Deep Tracks is sorry replacement. I was a bit excited at first an deven posted how much I liked it over the Vault but after a few weeks of Deep tracks I can honestly say it sucks ..especially when I heard Xmas music on it the other week..:nono:


----------



## racermurray (Mar 21, 2007)

Could not agree with you more !
The deep tracks are so deep they are not enjoyable.
I don't want to hear deeptracks from unknown bands.
The Vault was like classic vinyl on steroids !!..now it just plain sucks !!
They need to bring back Kristine Stone and get rid of the pathetic Bob Dylan and Tom Petty shows.
It is a shame but the only thing that seems to still be good is Pat St.

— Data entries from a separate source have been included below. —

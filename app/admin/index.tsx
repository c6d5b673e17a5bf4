import { AdminOnly } from "@/features/account/admin/AdminOnly";
import { PeoplePage } from "@/features/account/admin/PeoplePage";
import { Screen } from "@/features/ui/Screen";

export default function PeopleRoute() {
  return (
    <Screen title="People" crumb={{ label: "Account", href: "/account" }} wide>
      <AdminOnly here="people">
        <PeoplePage />
      </AdminOnly>
    </Screen>
  );
}
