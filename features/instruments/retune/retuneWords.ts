import type { TensionChange, TensionTotal } from "@/shared/instruments/tension";
import { newtonWords, tensionWords, type Units } from "@/shared/instruments/units";
import { semitoneWords } from "@/shared/music/moveWords";

/** Semitones of each string, in playing order. */
export type Shifts = number[];

export const lowestShift = -12;
export const highestShift = 5;

/** "2 semitones down", "as it is". */
export function shiftWords(semitones: number): string {
  if (semitones === 0) return "as it is";
  return `${semitoneWords(Math.abs(semitones))} ${semitones < 0 ? "down" : "up"}`;
}

/** A tension in full: "10.3 kg, 101 N" or "22.8 lb". */
export function pullWords(lb: number | null, units: Units): string {
  if (lb === null) return "not known";
  return units === "metric" ? `${tensionWords(lb, units)}, ${newtonWords(lb)}` : tensionWords(lb, units);
}

/** A verdict with its reason. */
export function verdictWords({ verdict, ofPacket, load, semitones }: TensionChange): string {
  const share = `${Math.round(ofPacket * 100)} % of its own tension`;
  const borne = load === null ? "" : `, ${Math.round(load * 100)} % of what the wire bears`;
  if (verdict === "unsafe") return `Too far${load === null ? ": it may snap" : borne.replace(", ", ": ")}`;
  if (verdict === "slack") return `Slack: ${share}`;
  if (verdict === "tight") return `Tight: ${share}${borne}`;
  return semitones === 0 && ofPacket === 1 ? "As it was made for" : `Fine: ${share}`;
}

/** The whole pull on the neck, before and after. */
export function totalWords({ beforeLb, afterLb, unknown }: TensionTotal, units: Units): string {
  if (beforeLb === 0) return "The whole pull is not known: no gauge is.";
  const without = unknown === 0 ? "" : ` without ${unknown} of unknown gauge`;
  const change = Math.round((afterLb / beforeLb - 1) * 100);
  const by = change === 0 ? "" : ` (${change > 0 ? "+" : "−"}${Math.abs(change)} %)`;
  return `Whole pull${without}: ${pullWords(beforeLb, units)} before, ${pullWords(afterLb, units)} after${by}.`;
}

Johns live music during the noon hour.

Disappointed
Murray


----------



## Deke Rivers (Jan 8, 2007)

havent run into any bands i have not heard of..in fact I welcome the obscure..but these are not deep tracks ..these are the band's throwaway tracks..
cant say I miss Kristine Stone either


----------



## colepalmer (Nov 23, 2008)

Deep Tracks is pathetic. Bands no one ever heard of. Playlists that include Chicago, The Monkees, and Adam Sandler. No Progressive Rock. I insist on having "The Vault" back.


----------



## Deke Rivers (Jan 8, 2007)

gotta agree..not as much prog at all..plus a LOT of new stuff..
it like they are trying to find a format and just spinning thier wheels
I find myself listening to more cd's on my commute since the merger..


----------